**Task brief**
Look below for the line that has "test('the run says". Set down the lines from there through the line that has "days of normals", exactly as written.

**Supplied information**

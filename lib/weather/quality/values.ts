/** Checks of single values: physical limits, and values of one day that contradict each other. */
import { type SiteObservations, WEATHER_VARIABLES, type WeatherVariable } from '../variable.ts';
import { brokenRuns, daysText, type Flag, seriesOf, withUnit } from './flag.ts';

/** Values outside the limits of the vocabulary: a wrong unit, a missing code or a broken sensor. Source: as rule `range`. */
export function checkRange(observations: SiteObservations, site: number): Flag[] {
  return (Object.keys(observations.values) as WeatherVariable[]).flatMap((variable) => {
    const series = seriesOf(observations, variable, site);
    const { low, high } = WEATHER_VARIABLES[variable];
    if (!series) return [];
    return brokenRuns(series.length, (day) => Math.max(series[day] - high, low - series[day])).map(({ first, last, worst }): Flag => {
      const value = series[worst];
      const limit = value > high ? high : low;
      const side = value > high ? 'above' : 'below';
      return {
        ...{ site, variable, rule: 'range', severity: 'impossible', firstDay: first, lastDay: last, value, limit },
        detail: `${withUnit(value, variable)} ${daysText(observations, first, last)} is ${side} ${withUnit(limit, variable)}, which nothing at the surface reaches: look for a wrong unit or a missing code, and reject the value.`,
      };
    });
  });
}

/** Variables whose order on one day is fixed: the first is never below the second. `slack` covers rounding [unit of the variable]. */
const ORDERED: readonly { upper: WeatherVariable; lower: WeatherVariable; mean: WeatherVariable; slack: number; meanSlack: number }[] = [
  {
    ...{ upper: 'air_temperature_max_c', lower: 'air_temperature_min_c', mean: 'air_temperature_mean_c' },
    ...{ slack: 0.05, meanSlack: 0.25 },
  },
  {
    ...{ upper: 'relative_humidity_max_pct', lower: 'relative_humidity_min_pct', mean: 'relative_humidity_mean_pct' },
    ...{ slack: 0.5, meanSlack: 1 },
  },
];

/** Extremes that have changed places, and means outside their extremes. Source: as rules `extremes-crossed`, `mean-outside-extremes`. */
export function checkConsistency(observations: SiteObservations, site: number): Flag[] {
  return ORDERED.flatMap(({ upper, lower, mean, slack, meanSlack }) => {
    const [high, low, middle] = [upper, lower, mean].map((variable) => seriesOf(observations, variable, site));
    if (!high || !low) return [];
    const crossed = brokenRuns(high.length, (day) => low[day] - high[day] - slack).map(
      ({ first, last, worst }): Flag => ({
        ...{ site, variable: upper, rule: 'extremes-crossed', severity: 'impossible', firstDay: first, lastDay: last },
        ...{ value: high[worst], limit: low[worst] },
        detail: `${WEATHER_VARIABLES[upper].term} ${withUnit(high[worst], upper)} ${daysText(observations, first, last)} is below the minimum of ${withUnit(low[worst], lower)}: the two may have changed places, or one is wrong.`,
      }),
    );
    if (!middle) return crossed;
    const outside = brokenRuns(middle.length, (day) => Math.max(low[day] - middle[day], middle[day] - high[day]) - meanSlack).map(
      ({ first, last, worst }): Flag => ({
        ...{ site, variable: mean, rule: 'mean-outside-extremes', severity: 'suspect', firstDay: first, lastDay: last },
        ...{ value: middle[worst], limit: middle[worst] > high[worst] ? high[worst] : low[worst] },
        detail: `${WEATHER_VARIABLES[mean].term} ${withUnit(middle[worst], mean)} ${daysText(observations, first, last)} is outside ${withUnit(low[worst], lower)} to ${withUnit(high[worst], upper)}: the three may be of different days.`,
      }),
    );
    return [...crossed, ...outside];
  });
}
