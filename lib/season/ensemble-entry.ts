/**
 * One parcel walked many times: weather and curves are placed once, every member of an ensemble then walks them with factors of its own.
 */
import { openStrip, placeParcel } from './kernel.ts';
import { emptyCurve, type PackedSeason, type StripCurve } from './pack.ts';
import { groundOf, groundWithEfficiency, type StripGround } from './strip-ground.ts';
import type { MemberRows, StripWalk } from './strip-walk.ts';
import type { ParcelInput } from './types.ts';
import { walkStrip } from './walk.ts';

export type { MemberRows } from './strip-walk.ts';

/** A parcel with its weather and curves in place, see `placeMembers`. Holds until the next parcel is placed in the same season. */
export interface PlacedParcel {
  readonly parcel: ParcelInput;
  readonly ground: StripGround;
  readonly strips: readonly PlacedStrip[];
}

/** A strip's curves as drawn, with rows of its own for what a member changes, and how it opens. */
interface PlacedStrip {
  readonly drawn: StripCurve;
  readonly member: StripCurve;
  opening: Pick<StripWalk, 'depletion' | 'below' | 'surface' | 'snow' | 'share' | 'stateShare'>;
}

/** What one member differs by from the plain run. Every factor 1 is the plain run, bit for bit. */
export interface MemberFactors {
  /** on reference ET, by day stepped from `referenceEtFrom` on: a row of a [member × day] matrix needs no copy */
  readonly referenceEt: Float64Array;
  readonly referenceEtFrom: number;
  /** on Kcb or Kc, by planting of the parcel's list */
  readonly basal: Float64Array;
  /** on the available water of the soil, to every depth, with the depletion of the first morning */
  readonly available: number;
  /** on the application efficiency; the product is held at 1 */
  readonly efficiency: number;
}

/** Rows that members reuse, per season. */
interface Scratch {
  readonly referenceEt: Float64Array;
  readonly stageEt: Float64Array;
  readonly strips: PlacedStrip[];
}

const scratches = new WeakMap<PackedSeason, Scratch>();

function scratchOf(season: PackedSeason): Scratch {
  let scratch = scratches.get(season);
  if (scratch === undefined) {
    scratch = { referenceEt: new Float64Array(season.input.dayCount), stageEt: new Float64Array(season.stageEt.length), strips: [] };
    scratches.set(season, scratch);
  }
  return scratch;
}

/**
 * Places a parcel's weather and the curves of its strips.
 *
 * @throws as `runSeason`
 */
export function placeMembers(season: PackedSeason, parcel: ParcelInput): PlacedParcel {
  const { strips } = placeParcel(season, parcel);
  const scratch = scratchOf(season);
  let planted = 0;
  for (const strip of strips) if (strip.planted.length > 0) planted += strip.share;
  for (let k = 0; k < strips.length; k++) {
    openStrip(season, parcel, strips[k], strips, planted);
    if (scratch.strips.length <= k) scratch.strips.push(emptyStrip(season));
    const { depletion, below, surface, snow, share, stateShare } = season.walk;
    scratch.strips[k].opening = { depletion, below, surface, snow, share, stateShare };
    copyCurve(season.curve, scratch.strips[k].drawn);
  }
  return { parcel, ground: groundOf(parcel, season.input.settings), strips: scratch.strips.slice(0, strips.length) };
}

function emptyStrip({ input }: PackedSeason): PlacedStrip {
  const drawn = emptyCurve(input.dayCount);
  const own = () => new Float64Array(input.dayCount);
  const none = { depletion: 0, below: 0, surface: 0, snow: 0, share: 0, stateShare: 0 };
  return { drawn, member: { ...drawn, basal: own(), available: own(), scheduleAvailable: own() }, opening: none };
}

function copyCurve(from: StripCurve, into: StripCurve): void {
  for (const name of Object.keys(from) as (keyof StripCurve)[]) {
    if (name !== 'deepestAvailable') into[name].set(from[name]);
  }
  into.deepestAvailable = from.deepestAvailable;
}

/**
 * Walks the placed parcel once with the factors of a member, and fills the rows asked for.
 *
 * Growing plants only have the factor on their coefficient: what stands between crops keeps its own.
 *
 * @returns largest absolute balance residual of its strips and days [mm]
 */
export function walkWithFactors(season: PackedSeason, placed: PlacedParcel, factors: MemberFactors, rows: MemberRows): number {
  const { walk, weather } = season;
  const scratch = scratchOf(season);
  const { referenceEt, referenceEtFrom, available, efficiency } = factors;
  for (let d = 0; d < walk.days; d++) scratch.referenceEt[d] = weather.referenceEt[d] * referenceEt[referenceEtFrom + d];
  rows.netRequirement?.fill(0);
  rows.grossRequirement?.fill(0);
  rows.adjustedCropEt?.fill(0);
  const kept = { referenceEt: walk.referenceEt, curve: walk.curve, stageEt: walk.stageEt };
  walk.referenceEt = scratch.referenceEt;
  walk.stageEt = scratch.stageEt;
  walk.ground = efficiency === 1 ? placed.ground : groundWithEfficiency(placed.parcel, placed.ground, efficiency);
  walk.daily = null;
  walk.stored = null;
  walk.rows = rows;
  walk.heardDay = -1;
  walk.hear = null;
  let worst = 0;
  for (const { drawn, member, opening } of placed.strips) {
    scaleCurve(drawn, member, factors);
    walk.curve = member;
    Object.assign(walk, opening);
    walk.depletion = opening.depletion * available;
    walk.below = opening.below * available;
    worst = Math.max(worst, walkStrip(walk));
  }
  walk.rows = null;
  Object.assign(walk, kept);
  return worst;
}

function scaleCurve(drawn: StripCurve, member: StripCurve, { basal, available }: MemberFactors): void {
  const { planting } = drawn;
  for (let d = 0; d < planting.length; d++) {
    member.basal[d] = planting[d] >= 0 ? drawn.basal[d] * basal[planting[d]] : drawn.basal[d];
    member.available[d] = drawn.available[d] * available;
    member.scheduleAvailable[d] = drawn.scheduleAvailable[d] * available;
  }
  member.deepestAvailable = drawn.deepestAvailable * available;
}
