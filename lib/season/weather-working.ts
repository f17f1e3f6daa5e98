/**
 * The working of a parcel's weather on one day: how the values of the sites became the values of the parcel.
 */

import { quantity } from '../base/working.ts';
import { potentialRetention } from '../crop/runoff.ts';
import type { PackedSeason } from './pack.ts';
import { lapseCorrection } from './parcel-weather.ts';
import type { ParcelInput, WorkingStep } from './types.ts';

type Rows = 'airTemperatureMax' | 'airTemperatureMin' | 'actualVapourPressure' | 'solarRadiation' | 'windSpeed2m' | 'precipitation';

const CARRIED: readonly { row: Rows; symbol: string; name: string; unit: string; lapsed: boolean; capped: boolean }[] = [
  { row: 'airTemperatureMax', symbol: 'Tmax', name: 'Maximum air temperature', unit: '°C', lapsed: true, capped: false },
  { row: 'airTemperatureMin', symbol: 'Tmin', name: 'Minimum air temperature', unit: '°C', lapsed: true, capped: false },
  { row: 'actualVapourPressure', symbol: 'ea', name: 'Actual vapour pressure', unit: 'kPa', lapsed: false, capped: true },
  { row: 'solarRadiation', symbol: 'Rs', name: 'Solar radiation', unit: 'MJ m⁻² d⁻¹', lapsed: false, capped: false },
  { row: 'windSpeed2m', symbol: 'u2', name: 'Wind speed at 2 m', unit: 'm s⁻¹', lapsed: false, capped: false },
  { row: 'precipitation', symbol: 'P', name: 'Rain', unit: 'mm', lapsed: false, capped: false },
];

/** Steps from the sites' values to the parcel's weather, RHmin, the climate term and runoff of a day already in `season.weather`. */
export function weatherSteps(season: PackedSeason, parcel: ParcelInput, day: number): WorkingStep[] {
  const carried = CARRIED.map((variable) => carriedStep(season, parcel, day, variable));
  return [...carried, ...humiditySteps(season, day), runoffStep(season, parcel, day)];
}

function carriedStep(season: PackedSeason, parcel: ParcelInput, day: number, variable: (typeof CARRIED)[number]): WorkingStep {
  const { symbol, unit } = variable;
  const { input } = season;
  const inputs: WorkingStep['inputs'][number][] = [];
  for (const { site, weight } of parcel.weights) {
    const at = site * input.dayCount + day;
    if (weight === 0 || season.present[at] === 0) continue;
    const { code } = input.sites[site];
    inputs.push(
      quantity(`w ${code}`, weight / season.weather.weightSum[day], '1'),
      quantity(`${symbol} ${code}`, input.weather[variable.row][at], unit),
    );
    if (variable.lapsed) inputs.push(quantity(`Γ Δz ${code}`, lapseCorrection(input.sites[site], parcel, input.settings.lapseRate), '°C'));
  }
  const mean = variable.lapsed ? `${symbol} = Σ w (${symbol},site + Γ Δz)` : `${symbol} = Σ w ${symbol},site`;
  return {
    part: 'weather',
    symbol,
    name: `${variable.name} at the parcel`,
    expression: variable.capped ? `${mean}, at most es of the parcel` : mean,
    inputs,
    result: season.weather[variable.row][day],
    unit,
    source: variable.lapsed ? 'weights of the parcel; lapse rate of the settings, Δz = z site − z parcel' : 'weights of the parcel',
  };
}

function humiditySteps(season: PackedSeason, day: number): WorkingStep[] {
  const { weather } = season;
  return [
    {
      part: 'weather',
      symbol: 'RHmin',
      name: 'Minimum relative humidity',
      expression: 'RHmin = 100 ea / e°(Tmax)',
      inputs: [quantity('ea', weather.actualVapourPressure[day], 'kPa'), quantity('Tmax', weather.airTemperatureMax[day], '°C')],
      result: weather.humidityMinimum[day],
      unit: '%',
      source: 'FAO-56 Eq. 63, ea standing for e°(Tdew)',
    },
    {
      part: 'coefficient',
      symbol: 'k',
      name: 'Climate term of Kc max',
      expression: 'k = 0.04 (u2 − 2) − 0.004 (RHmin − 45), u2 in 1 … 6, RHmin in 20 … 80',
      inputs: [quantity('u2', weather.windSpeed2m[day], 'm s⁻¹'), quantity('RHmin', weather.humidityMinimum[day], '%')],
      result: weather.climate[day],
      unit: '1',
      source: 'FAO-56 Eq. 72',
    },
  ];
}

function runoffStep(season: PackedSeason, parcel: ParcelInput, day: number): WorkingStep {
  const rain = quantity('P', season.weather.precipitation[day], 'mm');
  const counted = season.input.settings.runoff && !Number.isNaN(parcel.soil.curveNumber);
  const retention = counted
    ? [quantity('CN', parcel.soil.curveNumber, '1'), quantity('S', potentialRetention(parcel.soil.curveNumber), 'mm')]
    : [];
  return {
    part: 'weather',
    symbol: 'RO',
    name: 'Surface runoff',
    expression: counted ? 'RO = (P − 0.2 S)² / (P + 0.8 S) where P > 0.2 S, S = 25400 / CN − 254' : 'RO = 0; no runoff is reckoned here',
    inputs: [rain, ...retention],
    result: season.weather.surfaceRunoff[day],
    unit: 'mm',
    source: 'USDA-NRCS, National Engineering Handbook 630, chapter 10',
  };
}
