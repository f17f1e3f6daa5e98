/**
 * The walls between districts, as SQL: the application's role, its grants, and row-level security on every table that carries a
 * district. Raised after every migration, so that a new table cannot be left open.
 */
const DISTRICT = "nullif(current_setting('app.district', true), '')::uuid";
const PERSON = "nullif(current_setting('app.person', true), '')";
const TOKEN = "nullif(current_setting('app.token_hash', true), '')";

/** Rows that may be read before a district is known: a person's own memberships, and the token that was presented. */
const ALSO_READABLE: Record<string, string> = {
  membership: `user_id = ${PERSON}`,
  api_token: `hash = ${TOKEN}`,
};

export function wallStatements(options: { role: string; password: string; tables: readonly string[] }): string[] {
  const { role, password, tables } = options;
  const statements = [
    `do $$ begin if not exists (select from pg_roles where rolname = '${role}') then create role ${role} login nosuperuser nobypassrls nocreatedb nocreaterole; end if; end $$`,
    `alter role ${role} with login nosuperuser nobypassrls password '${password}'`,
    'revoke create on schema public from public',
  ];
  for (const schema of ['public', 'auth', 'pgboss']) {
    statements.push(
      `grant usage on schema ${schema} to ${role}`,
      `grant select, insert, update, delete on all tables in schema ${schema} to ${role}`,
      `grant usage, select on all sequences in schema ${schema} to ${role}`,
      `grant execute on all functions in schema ${schema} to ${role}`,
    );
  }
  for (const table of tables) statements.push(...wallOf(table, role));
  return statements;
}

function wallOf(table: string, role: string): string[] {
  const own = `district_id = ${DISTRICT}`;
  const statements = [
    `alter table public."${table}" enable row level security`,
    `alter table public."${table}" force row level security`,
    `drop policy if exists own_district on public."${table}"`,
    `create policy own_district on public."${table}" for all to ${role} using (${own}) with check (${own})`,
    `drop policy if exists before_district on public."${table}"`,
  ];
  const also = ALSO_READABLE[table];
  if (also) statements.push(`create policy before_district on public."${table}" for select to ${role} using (${also})`);
  return statements;
}
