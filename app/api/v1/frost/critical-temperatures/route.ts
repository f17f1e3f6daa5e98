import { answerCriticalTemperatures } from '../../../../../lib/http/answers/frost.ts';
import { criticalTemperaturesOperation } from '../../../../../lib/http/operations/frost.ts';
import { route } from '../../../../../lib/http/route.ts';

export const GET = route(criticalTemperaturesOperation, async () => answerCriticalTemperatures());
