/** Rows of site weather mixed into one row of a parcel by one set of weights. */
import type { Site } from '../weather/variable.ts';
import type { Mix, PackedSeason } from './pack.ts';
import type { ParcelInput } from './types.ts';

/**
 * Correction of a site's temperature to the parcel's elevation.
 *   ΔT = Γ (zsite − zparcel)
 *
 * @param lapseRate Γ [°C m⁻¹], positive when it gets colder upwards; 0.0065 in the standard atmosphere
 * @returns ΔT [°C]; 0 where the site's elevation is unknown
 * Source: ISO 2533:1975, Standard Atmosphere, for the value 0.0065.
 */
export function lapseCorrection(site: Site, parcel: ParcelInput, lapseRate: number): number {
  return Number.isNaN(site.elevation) ? 0 : lapseRate * (site.elevation - parcel.elevation);
}

/** Sets up the mix of a parcel: its sites with a weight. */
export function openMix(season: PackedSeason, parcel: ParcelInput): Mix {
  const { input, mix } = season;
  mix.count = 0;
  mix.complete = true;
  for (const { site, weight } of parcel.weights) {
    if (weight === 0) continue;
    mix.start[mix.count] = site * mix.days;
    mix.weight[mix.count] = weight;
    mix.lapse[mix.count] = lapseCorrection(input.sites[site], parcel, input.settings.lapseRate);
    mix.count++;
    mix.complete &&= season.complete[site];
  }
  return mix;
}

/** Sum of the weights of the sites present on each day. */
export function weighDays(mix: Mix, into: Float64Array): void {
  into.fill(0);
  if (mix.complete) {
    let sum = 0;
    for (let k = 0; k < mix.count; k++) sum += mix.weight[k];
    into.fill(sum);
    return;
  }
  for (let k = 0; k < mix.count; k++) {
    for (let d = 0, i = mix.start[k]; d < mix.days; d++, i++) if (mix.present[i] === 1) into[d] += mix.weight[k];
  }
}

/** OR of the flags of the sites present on each day. */
export function joinFlags(mix: Mix, from: Uint32Array, into: Uint32Array): void {
  const { days, present } = mix;
  into.fill(0);
  for (let k = 0; k < mix.count; k++) {
    for (let d = 0, i = mix.start[k]; d < days; d++, i++) into[d] |= from[i] & -present[i];
  }
}

/** Σ w (x + shift) of one variable over the sites of a parcel, day by day; four sites at a time where none has gaps. */
export function mixRows(mix: Mix, from: Float64Array, shift: Float64Array, into: Float64Array): void {
  into.fill(0);
  let k = 0;
  if (mix.complete) for (; k + 3 < mix.count; k += 4) addFour(mix, k, from, into);
  for (; k < mix.count; k++) addOne(mix, k, from, into);
  let constant = 0;
  for (k = 0; k < mix.count; k++) constant += mix.weight[k] * shift[k];
  if (shift !== mix.none) shiftRow(mix, shift, constant, into);
}

function addFour(mix: Mix, k: number, from: Float64Array, into: Float64Array): void {
  const { days, weight, start } = mix;
  const [a, b, c, d] = [weight[k], weight[k + 1], weight[k + 2], weight[k + 3]];
  const [rowB, rowC, rowD] = [start[k + 1] - start[k], start[k + 2] - start[k], start[k + 3] - start[k]];
  for (let day = 0, i = start[k]; day < days; day++, i++) {
    into[day] += a * from[i] + b * from[i + rowB] + (c * from[i + rowC] + d * from[i + rowD]);
  }
}

function addOne(mix: Mix, k: number, from: Float64Array, into: Float64Array): void {
  const { days, present } = mix;
  const weight = mix.weight[k];
  for (let d = 0, i = mix.start[k]; d < days; d++, i++) if (present[i] === 1) into[d] += weight * from[i];
}

/** Adds Σ w shift: the same every day where no site has gaps, else over the sites present. */
function shiftRow(mix: Mix, shift: Float64Array, constant: number, into: Float64Array): void {
  const { days, present } = mix;
  if (mix.complete) {
    for (let d = 0; d < days; d++) into[d] += constant;
    return;
  }
  for (let k = 0; k < mix.count; k++) {
    const part = mix.weight[k] * shift[k];
    for (let d = 0, i = mix.start[k]; d < days; d++, i++) if (present[i] === 1) into[d] += part;
  }
}
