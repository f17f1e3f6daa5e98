/**
 * A season told ahead, as a reader sees it: three years of an invented station, a fourth that breaks off, a forecast of some days. In a district of its own, so
 * that no other journey finds another season in view.
 */
import { type Browser, expect, type Page, test } from '@playwright/test';
import { type Api, csv, featureCollection, newDistrict, signIn, square } from './api.ts';
import { watchConsole } from './support.ts';

const BASE = process.env.BASE_URL as string;
const DESKTOP = { width: 1440, height: 900 };
const PHONE = { width: 390, height: 844 };

test.describe.configure({ mode: 'serial' });
test.setTimeout(240_000);

let api: Api;
let cookie: string;

const HEAD = ['site', 'date', 'tmax_c', 'tmin_c', 'dewpoint_c', 'solar_radiation_mj_m2_d', 'wind_speed_m_s', 'precipitation_mm'];

/** Days of invented weather from one date to another, both included. */
function weather(from: string, to: string, maximum: number, rain: (date: string) => number): (string | number)[][] {
  const rows: (string | number)[][] = [];
  for (let at = Date.parse(from); at <= Date.parse(to); at += 86_400_000) {
    const date = new Date(at).toISOString().slice(0, 10);
    rows.push(['A1', date, maximum, maximum - 14, 8, 24, 2, rain(date)]);
  }
  return rows;
}

test.beforeAll(async () => {
  const manager = await signIn(BASE, 'manager@arrowmere.example', process.env.TILLWATER_DEMO_PASSWORD as string);
  const code = `ahead-${Date.now().toString(36)}`;
  const made = await newDistrict(BASE, { cookie: manager }, { code, name: 'Ahead (test)', time_zone: 'UTC', default_elevation_m: 200 });
  ({ api, cookie } = made);
  await api.ok('POST', '/api/v1/seasons', { code: '2024', start_date: '2024-04-01', end_date: '2024-07-31' });
  await api.bring('stations', {
    'stations.csv': csv(['site', 'latitude', 'longitude', 'elevation', 'wind_height_m'], [['A1', 40, -100, 200, 2]]),
  });
  const past = [
    ...weather('2021-04-01', '2021-07-31', 27, (date) => (date.endsWith('-10') ? 30 : 0)),
    ...weather('2022-04-01', '2022-07-31', 29, () => 0),
    ...weather('2023-04-01', '2023-07-31', 31, (date) => (date.endsWith('-20') ? 60 : 0)),
    ...weather('2024-04-01', '2024-06-09', 30, () => 0),
  ];
  await api.bring('weather', { 'record.csv': csv(HEAD, past) });
  await api.bring(
    'weather',
    {
      'issue.csv': csv(
        HEAD,
        weather('2024-06-08', '2024-06-16', 33, () => 0),
      ),
    },
    { role: 'forecast' },
  );
  const field = (number: number) => ({
    geometry: { type: 'Polygon', coordinates: square(-100 + 0.01 * number, 40, 500) },
    properties: { code: `F${number}`, crop: 'maize-grain', method: 'pivot' },
  });
  await api.bring('parcels', { 'fields.geojson': featureCollection([1, 2, 3].map(field)) }, { season: '2024' });
  const run = await api.run('2024');
  expect(run.state, run.error ?? '').toBe('done');
});

async function opened(browser: Browser, path: string, viewport: { width: number; height: number }, colorScheme: 'light' | 'dark') {
  const context = await browser.newContext({ baseURL: BASE, viewport, colorScheme });
  await context.addCookies(
    cookie.split('; ').map((pair) => {
      const [name, ...value] = pair.split('=');
      return { name, value: value.join('='), url: BASE };
    }),
  );
  const page = await context.newPage();
  const watch = watchConsole(page);
  await page.goto(path);
  return { page, watch, close: () => context.close() };
}

const fits = (page: Page) => page.evaluate(() => document.documentElement.scrollWidth <= document.documentElement.clientWidth);

test('the run says from when its days are told, by what, and how many', async () => {
  const { items } = await api.ok('GET', '/api/v1/runs');
  const [run] = items;
  expect(run.days_ahead).toMatchObject({
    ...{ last_observed: '2024-06-09', first_ahead: '2024-06-10', first_beyond_forecast: '2024-06-17' },
    ...{ observed_days: 70, forecast_days: 7, normal_days: 45, analogue_days: 0 },
    // 30 mm on 10 July 2021; none in 2022; 60 mm on 20 June and 20 July 2023, of which June's is within the days of normals
    normals: { years: 3, of: '2021–2023', rain_year: 2021 },
  });
  const { days } = await api.ok('GET', `/api/v1/runs/${run.id}/parcels/F1/daily`);
  const rain = days.filter((day: { precipitation_mm: number }) => day.precipitation_mm > 0).map((day: { date: string }) => day.date);
  expect(rain).toEqual(['2024-07-10']);
});

for (const [size, viewport] of Object.entries({ desktop: DESKTOP, phone: PHONE })) {
  for (const theme of ['light', 'dark'] as const) {
    test(`the parcel’s season is hatched from the last observation on: ${size}, ${theme}`, async ({ browser }) => {
      const { page, watch, close } = await opened(browser, '/parcels/F1', viewport, theme);
      const figure = page.getByRole('figure').filter({ hasText: 'The season day by day' });
      await expect(figure.getByRole('listitem').filter({ hasText: /^Forecast$/ })).toBeVisible();
      await expect(figure.getByRole('listitem').filter({ hasText: /^Normal of the day$/ })).toBeVisible();
      await expect(figure.getByText(/From 10 June 2024 not observed: 7 days forecast, 45 days normal of the day/).last()).toBeVisible();
      await figure.screenshot({ path: `e2e/output/screens/days-ahead-parcel-${size}-${theme}.png` });
      expect(await fits(page)).toBe(true);
      expect(watch.faults()).toEqual([]);
      await close();
    });
  }
}

test('the map says what its weeks rest on, and hatches them', async ({ browser }) => {
  const { page, watch, close } = await opened(browser, '/', DESKTOP, 'light');
  await expect(page.getByTestId('demand-map')).toHaveAttribute('data-ready', /^\d+$/, { timeout: 60_000 });
  const strip = page.getByRole('region', { name: 'Season strip' });
  await expect(strip.getByText('Forecast from 10 Jun, normal of the day from 17 Jun')).toBeVisible();
  expect(await strip.locator('[data-kind="forecast"]').count()).toBeGreaterThan(0);
  expect(await strip.locator('[data-kind="beyond"]').count()).toBeGreaterThan(4);
  await strip.getByRole('slider').focus();
  await page.keyboard.press('Home');
  await expect(strip.getByText(/forecast from|normal of the day from/i)).toHaveCount(0);
  await page.screenshot({ path: 'e2e/output/screens/days-ahead-map.png' });
  expect(watch.faults()).toEqual([]);
  await close();
});

test('the weather screen keeps the forecast apart', async ({ browser }) => {
  const { page, close } = await opened(browser, '/weather', DESKTOP, 'light');
  await expect(page.getByRole('table', { name: 'Forecasts' }).getByRole('rowheader', { name: 'Forecast' })).toBeVisible();
  await expect(page.getByRole('table', { name: 'Weather sites' }).getByRole('row')).toHaveCount(2);
  await close();
});

test('observations take the place of the days told ahead', async () => {
  await api.bring('weather', {
    'june.csv': csv(
      HEAD,
      weather('2024-06-10', '2024-06-30', 28, () => 1),
    ),
  });
  const { items } = await api.ok('GET', '/api/v1/runs');
  expect(items.find((run: { standing: boolean }) => run.standing).stale_since).not.toBeNull();
  const run = await api.run('2024');
  expect(run.days_ahead).toMatchObject({ last_observed: '2024-06-30', forecast_days: 0, normal_days: 31, first_ahead: '2024-07-01' });
});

**Output for this task**
test('the run says from when its days are told, by what, and how many', async () => {
  const { items } = await api.ok('GET', '/api/v1/runs');
  const [run] = items;
  expect(run.days_ahead).toMatchObject({
    ...{ last_observed: '2024-06-09', first_ahead: '2024-06-10', first_beyond_forecast: '2024-06-17' },
    ...{ observed_days: 70, forecast_days: 7, normal_days: 45, analogue_days: 0 },
    // 30 mm on 10 July 2021; none in 2022; 60 mm on 20 June and 20 July 2023, of which June's is within the days of normals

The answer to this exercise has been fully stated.